Hello dear ext4 developers,

I'd like to ask about following problem I hit yesterday
(and which I'm a bit responsible for, I guess).

we were dealing with slow access to directories with lots of
files (large maildirs), so after some tests, I came to conclusion
that optimizing directories using e2fsck -D (on unmounted FS of course)
helps a lot. So after testing this on our test box, I did it on production
mailserver mail volume. The I decided to do some tests on newer kernel,
so I rebooted test box and got lots of fs errors..

I checked production box, and it got bad as well:

lots of dx_probe:829: inode #15949784: block 35579: comm deliver: Directory hole found
messages..


so I unmounted fs again, run fsck, and got zillion of:

Inode 18378187 ref count is 2, should be 1. Fix? yes

Unattached inode 18378194
Connect to /lost+found? yes

messages..


after ~3 hours, I gave up, and recovered FS from backup.. checking fs after
"repair" showed that some of large mailboxes vanished completely (and appeared in lost+found)

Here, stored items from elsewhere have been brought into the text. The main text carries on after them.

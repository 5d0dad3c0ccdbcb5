"""How each thing looks from outside."""

from typing import Any

from drf_spectacular.utils import extend_schema_field
from rest_framework import serializers

from labdata.models import Analysis, AuditEntry, Job, Project, Release, Sample, Upload, Well
from qc.models import Decision, Flag, QcRun, ReviewSet, RuleSet, Severity, SignOff, Verdict
from qc.review.standing import valid_signature, verdict_counts


class ProjectOut(serializers.ModelSerializer[Project]):
    roles = serializers.SerializerMethodField(help_text="roles of the caller in the project")

    class Meta:
        model = Project
        fields = ["slug", "name", "description", "created_at", "roles"]

    def get_roles(self, project: Project) -> list[str]:
        held = self.context.get("roles", {})
        return sorted(held.get(project.pk, []))


class WellOut(serializers.ModelSerializer[Well]):
    project = serializers.SlugRelatedField[Project](slug_field="slug", read_only=True)
    aliases = serializers.SlugRelatedField[Any](slug_field="name", many=True, read_only=True)

    class Meta:
        model = Well
        fields = [
            "id", "project", "name", "uwi", "aliases", "operator", "field", "country", "latitude", "longitude", "crs",
            "datum_kind", "datum_elevation_m", "ground_elevation_m", "water_depth_m", "td_md_m",
        ]  # fmt: skip


class SampleOut(serializers.ModelSerializer[Sample]):
    project = serializers.CharField(source="well.project.slug", read_only=True)
    well = serializers.CharField(source="well.name", read_only=True)
    well_id = serializers.IntegerField(read_only=True)
    sample = serializers.CharField(source="label", read_only=True, help_text="sample number as reported")
    top_m = serializers.FloatField(source="top_md_m", read_only=True, help_text="m MD")
    base_m = serializers.FloatField(source="base_md_m", read_only=True, help_text="m MD")

    class Meta:
        model = Sample
        fields = [
            "id", "project", "well", "well_id", "sample", "kind", "formation", "top_m", "base_m", "top_reported",
            "base_reported", "depth_unit_reported", "depth_kind", "igsn", "parent",
        ]  # fmt: skip


class AnalysisOut(serializers.ModelSerializer[Analysis]):
    project = serializers.CharField(source="project.slug", read_only=True)
    well = serializers.CharField(source="sample.well.name", read_only=True, default=None, allow_null=True)
    sample = serializers.CharField(source="sample.label", read_only=True, default=None, allow_null=True)
    sample_id = serializers.IntegerField(read_only=True, allow_null=True)
    top_m = serializers.FloatField(source="sample.top_md_m", read_only=True, default=None, allow_null=True)
    base_m = serializers.FloatField(source="sample.base_md_m", read_only=True, default=None, allow_null=True)
    method = serializers.CharField(source="method.code", read_only=True)
    report = serializers.CharField(source="report.number", read_only=True)
    report_version = serializers.IntegerField(source="report.version", read_only=True)
    lab = serializers.CharField(source="laboratory.name", read_only=True, default=None, allow_null=True)
    review_set = serializers.IntegerField(
        source="review_item.review_set_id", read_only=True, default=None, allow_null=True
    )
    state = serializers.CharField(
        source="review_item.review_set.state", read_only=True, default=None, allow_null=True, help_text="open or signed"
    )

    class Meta:
        model = Analysis
        fields = [
            "id", "project", "well", "sample", "sample_id", "top_m", "base_m", "method", "replicate", "role", "report",
            "report_version", "lab", "lab_number", "remark", "current", "review_set", "state",
        ]  # fmt: skip


class ResultOut(serializers.Serializer[Any]):
    """One value: the long columns of a dataset, and where it belongs."""

    id = serializers.IntegerField()
    analysis = serializers.IntegerField()
    project = serializers.CharField()
    well = serializers.CharField()
    uwi = serializers.CharField()
    sample = serializers.CharField()
    kind = serializers.CharField()
    formation = serializers.CharField()
    top_m = serializers.FloatField(allow_null=True)
    base_m = serializers.FloatField(allow_null=True)
    tvd_top_m = serializers.FloatField(allow_null=True)
    tvd_base_m = serializers.FloatField(allow_null=True)
    depth_reported = serializers.CharField()
    depth_unit_reported = serializers.CharField()
    lab = serializers.CharField()
    report = serializers.CharField()
    report_version = serializers.IntegerField()
    method = serializers.CharField()
    replicate = serializers.IntegerField()
    analyte = serializers.CharField()
    value = serializers.FloatField(allow_null=True, help_text="null only with a qualifier")
    qualifier = serializers.ChoiceField(choices=["", "<", ">", "~"])
    unit = serializers.CharField()
    value_reported = serializers.CharField(help_text="the cell's text")
    unit_reported = serializers.CharField()
    verdict = serializers.ChoiceField(choices=Verdict.values)
    reason = serializers.CharField()
    decided_by = serializers.CharField()
    decided_at = serializers.DateTimeField(allow_null=True)
    signed_by = serializers.CharField()
    signed_at = serializers.DateTimeField(allow_null=True)
    flags = serializers.CharField(help_text="rule ids, separated by commas")
    file_sha256 = serializers.CharField()
    sheet = serializers.CharField()
    cell = serializers.CharField()
    lost_inputs = serializers.CharField(help_text="inputs of an index that were rejected; it is left out of releases")


class FlagOut(serializers.ModelSerializer[Flag]):
    project = serializers.CharField(source="well.project.slug", read_only=True)
    well = serializers.CharField(source="well.name", read_only=True)
    sample = serializers.CharField(source="analysis.sample.label", read_only=True, default=None, allow_null=True)
    top_m = serializers.FloatField(source="analysis.sample.top_md_m", read_only=True, default=None, allow_null=True)
    base_m = serializers.FloatField(source="analysis.sample.base_md_m", read_only=True, default=None, allow_null=True)
    method = serializers.CharField(source="analysis.method.code", read_only=True, default=None, allow_null=True)
    replicate = serializers.IntegerField(source="analysis.replicate", read_only=True, default=None, allow_null=True)
    severity = serializers.ChoiceField(choices=Severity.values)
    evidence = serializers.DictField()

    class Meta:
        model = Flag
        fields = [
            "id", "run", "rule", "family", "severity", "project", "well", "sample", "top_m", "base_m", "method",
            "replicate", "analyte", "value", "analysis", "result", "message", "evidence", "source", "fingerprint",
        ]  # fmt: skip


class JobError(serializers.Serializer[Any]):
    code = serializers.CharField()
    message = serializers.CharField()


class JobProgress(serializers.Serializer[Any]):
    done = serializers.IntegerField()
    total = serializers.IntegerField()
    note = serializers.CharField()


class JobOut(serializers.ModelSerializer[Job]):
    project = serializers.CharField(source="project.slug", read_only=True, default=None, allow_null=True)
    progress = serializers.SerializerMethodField()
    error = serializers.SerializerMethodField()
    result = serializers.DictField()

    class Meta:
        model = Job
        fields = [
            "id", "project", "kind", "state", "attempt", "progress", "result", "error", "created_at", "started_at",
            "finished_at",
        ]  # fmt: skip

    @extend_schema_field(JobProgress)
    def get_progress(self, job: Job) -> dict[str, Any]:
        return {"done": job.progress_done, "total": job.progress_total, "note": job.progress_note}

    @extend_schema_field(JobError(allow_null=True))
    def get_error(self, job: Job) -> dict[str, str] | None:
        return {"code": job.error_code, "message": job.error_message} if job.error_message else None


class UploadOut(serializers.ModelSerializer[Upload]):
    project = serializers.CharField(source="project.slug", read_only=True)
    file = serializers.CharField(source="file_name", read_only=True)
    sha256 = serializers.CharField(source="source_file.sha256", read_only=True)
    lab = serializers.CharField(source="laboratory_name", read_only=True)
    report = serializers.CharField(source="report.number", read_only=True, default=None, allow_null=True)
    created_by = serializers.CharField(source="created_by.username", read_only=True, default=None, allow_null=True)
    answer = serializers.DictField(help_text="what intake says of the file: outcome, tables, counts, findings")

    class Meta:
        model = Upload
        fields = [
            "id", "project", "file", "sha256", "lab", "outcome", "report", "job", "answer", "answers", "created_by",
            "created_at",
        ]  # fmt: skip


class RuleSetOut(serializers.ModelSerializer[RuleSet]):
    project = serializers.CharField(source="project.slug", read_only=True, default=None, allow_null=True)
    author = serializers.CharField(source="author.username", read_only=True, default=None, allow_null=True)
    thresholds = serializers.DictField(help_text="rule -> parameter -> {value, unit, source}")
    disabled = serializers.ListField(child=serializers.CharField(), help_text="rules switched off")

    class Meta:
        model = RuleSet
        fields = ["id", "project", "name", "version", "thresholds", "disabled", "author", "reason", "created_at"]


class QcRunOut(serializers.ModelSerializer[QcRun]):
    project = serializers.CharField(source="project.slug", read_only=True)
    rule_set = serializers.SerializerMethodField()
    started_by = serializers.CharField(source="started_by.username", read_only=True, default=None, allow_null=True)
    wells = serializers.SlugRelatedField[Any](slug_field="name", many=True, read_only=True)
    summary = serializers.ListField(child=serializers.DictField(), help_text="rule, family, and counts of its answers")

    class Meta:
        model = QcRun
        fields = [
            "id", "project", "rule_set", "job", "wells", "started_by", "started_at", "seconds", "analyses_checked",
            "results_checked", "summary",
        ]  # fmt: skip

    def get_rule_set(self, run: QcRun) -> dict[str, Any]:
        return {"name": run.rule_set.name, "version": run.rule_set.version}


class DecisionOut(serializers.ModelSerializer[Decision]):
    project = serializers.CharField(source="review_set.project.slug", read_only=True)
    well = serializers.CharField(source="review_set.well.name", read_only=True)
    sample = serializers.CharField(source="result.analysis.sample.label", read_only=True, default=None, allow_null=True)
    analysis = serializers.IntegerField(source="result.analysis_id", read_only=True)
    method = serializers.CharField(source="result.analysis.method.code", read_only=True)
    replicate = serializers.IntegerField(source="result.analysis.replicate", read_only=True)
    analyte = serializers.CharField(source="result.analyte.code", read_only=True)
    decided_by = serializers.CharField(source="decided_by.username", read_only=True)
    verdict = serializers.ChoiceField(choices=Verdict.values)
    carried = serializers.SerializerMethodField(help_text="kept from an earlier report version that had the same value")

    class Meta:
        model = Decision
        fields = [
            "id", "project", "review_set", "result", "analysis", "well", "sample", "method", "replicate", "analyte",
            "verdict", "reason", "text", "decided_by", "decided_at", "batch", "carried",
        ]  # fmt: skip

    def get_carried(self, decision: Decision) -> bool:
        return decision.carried_from_id is not None


class SignOffOut(serializers.ModelSerializer[SignOff]):
    project = serializers.CharField(source="review_set.project.slug", read_only=True)
    well = serializers.CharField(source="review_set.well.name", read_only=True)
    signed_by = serializers.CharField(source="signed_by.username", read_only=True)
    state = serializers.SerializerMethodField(help_text="in_force or reopened")
    reopened_reason = serializers.CharField(source="reopening.reason", read_only=True, default=None, allow_null=True)
    counts = serializers.DictField()

    class Meta:
        model = SignOff
        fields = [
            "id", "project", "review_set", "well", "signed_by", "signer_name", "signed_at", "meaning",
            "content_sha256", "counts", "qc_run", "state", "reopened_reason",
        ]  # fmt: skip

    def get_state(self, sign_off: SignOff) -> str:
        return "reopened" if hasattr(sign_off, "reopening") else "in_force"


class ReviewSetOut(serializers.ModelSerializer[ReviewSet]):
    project = serializers.CharField(source="project.slug", read_only=True)
    well = serializers.CharField(source="well.name", read_only=True)
    well_id = serializers.IntegerField(read_only=True)
    analyses = serializers.IntegerField(source="analysis_count", read_only=True, help_text="how many")

    class Meta:
        model = ReviewSet
        fields = ["id", "project", "well", "well_id", "number", "state", "version", "analyses", "created_at"]


class ReviewSetDetailOut(ReviewSetOut):
    counts = serializers.SerializerMethodField(help_text="results, and how many stand at each verdict")
    signature = serializers.SerializerMethodField(help_text="the signature in force")

    class Meta(ReviewSetOut.Meta):
        fields = [*ReviewSetOut.Meta.fields, "counts", "signature"]

    def get_counts(self, review_set: ReviewSet) -> dict[str, int]:
        return verdict_counts(review_set)

    @extend_schema_field(SignOffOut(allow_null=True))
    def get_signature(self, review_set: ReviewSet) -> dict[str, Any] | None:
        record = valid_signature(review_set)
        return dict(SignOffOut(record).data) if record else None


class ReleaseOut(serializers.ModelSerializer[Release]):
    project = serializers.CharField(source="project.slug", read_only=True)
    created_by = serializers.CharField(source="created_by.username", read_only=True)
    withdrawn_by = serializers.CharField(source="withdrawn_by.username", read_only=True, default=None, allow_null=True)
    state = serializers.SerializerMethodField(help_text="valid or withdrawn")
    counts = serializers.DictField(child=serializers.IntegerField())

    class Meta:
        model = Release
        fields = [
            "id", "project", "number", "title", "state", "created_by", "created_at", "data_sha256", "manifest_sha256",
            "counts", "withdrawn_at", "withdrawn_by", "withdrawn_reason",
        ]  # fmt: skip

    def get_state(self, release: Release) -> str:
        return "withdrawn" if release.withdrawn_at else "valid"


class AuditOut(serializers.ModelSerializer[AuditEntry]):
    project = serializers.CharField(source="project.slug", read_only=True, default=None, allow_null=True)
    actor = serializers.CharField(source="actor_name", read_only=True)
    before = serializers.JSONField(allow_null=True)
    after = serializers.JSONField(allow_null=True)

    class Meta:
        model = AuditEntry
        fields = [
            "seq", "at", "actor", "project", "action", "object_type", "object_id", "before", "after", "reason",
            "prev_hash", "hash",
        ]  # fmt: skip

I think I can rule out hardware problem, since it appeared on two completely different
systems after some action.. but I'll try to prepare new test environment and reproduce it.

What I think might be my big mistake is that I was using quite old e2fsprogs - 1.42.6,
kernel was 4.4.52 (which I know is also a bit old, we're already testig 4.14.x)

My question is, was that some known e2fsck problem which got fixed in new version?

Or did I do something wrong?

I'm going to retry using 1.43.8, but still I'd be a bit calmer to know it was known problem
and got fixed :)

If I could provide some more information, please let me know..

BR

nik

PS: both systems were running latest centos 6 (but with newer kernel and e2fsprogs)


--
-------------------------------------
Ing. Nikola CIPRICH
LinuxBox.cz, s.r.o.
28.rijna 168, 709 00 Ostrava

tel.: +420 591 166 214
fax: +420 596 621 273
mobil: +420 777 093 799
http://www.linuxbox.cz

mobil servis: +420 737 238 656
email servis: [email protected]
-------------------------------------


2018-01-16 09:03:54

by Jan Kara

[permalink] [raw]
Subject: Re: e2fsck -D lead to severely damaged filesystem

Hello,

On Mon 15-01-18 08:23:29, Nikola Ciprich wrote:
> we were dealing with slow access to directories with lots of
> files (large maildirs), so after some tests, I came to conclusion
> that optimizing directories using e2fsck -D (on unmounted FS of course)
> helps a lot. So after testing this on our test box, I did it on production
> mailserver mail volume. The I decided to do some tests on newer kernel,
> so I rebooted test box and got lots of fs errors..
>
> I checked production box, and it got bad as well:
>
> lots of dx_probe:829: inode #15949784: block 35579: comm deliver: Directory hole found
> messages..
>
>
> so I unmounted fs again, run fsck, and got zillion of:
>
> Inode 18378187 ref count is 2, should be 1. Fix? yes
>
> Unattached inode 18378194
> Connect to /lost+found? yes
>
> messages..
>
>
> after ~3 hours, I gave up, and recovered FS from backup.. checking fs after
> "repair" showed that some of large mailboxes vanished completely (and appeared in lost+found)
>
> I think I can rule out hardware problem, since it appeared on two completely different
> systems after some action.. but I'll try to prepare new test environment and reproduce it.
>
> What I think might be my big mistake is that I was using quite old e2fsprogs - 1.42.6,
> kernel was 4.4.52 (which I know is also a bit old, we're already testig 4.14.x)
>
> My question is, was that some known e2fsck problem which got fixed in new version?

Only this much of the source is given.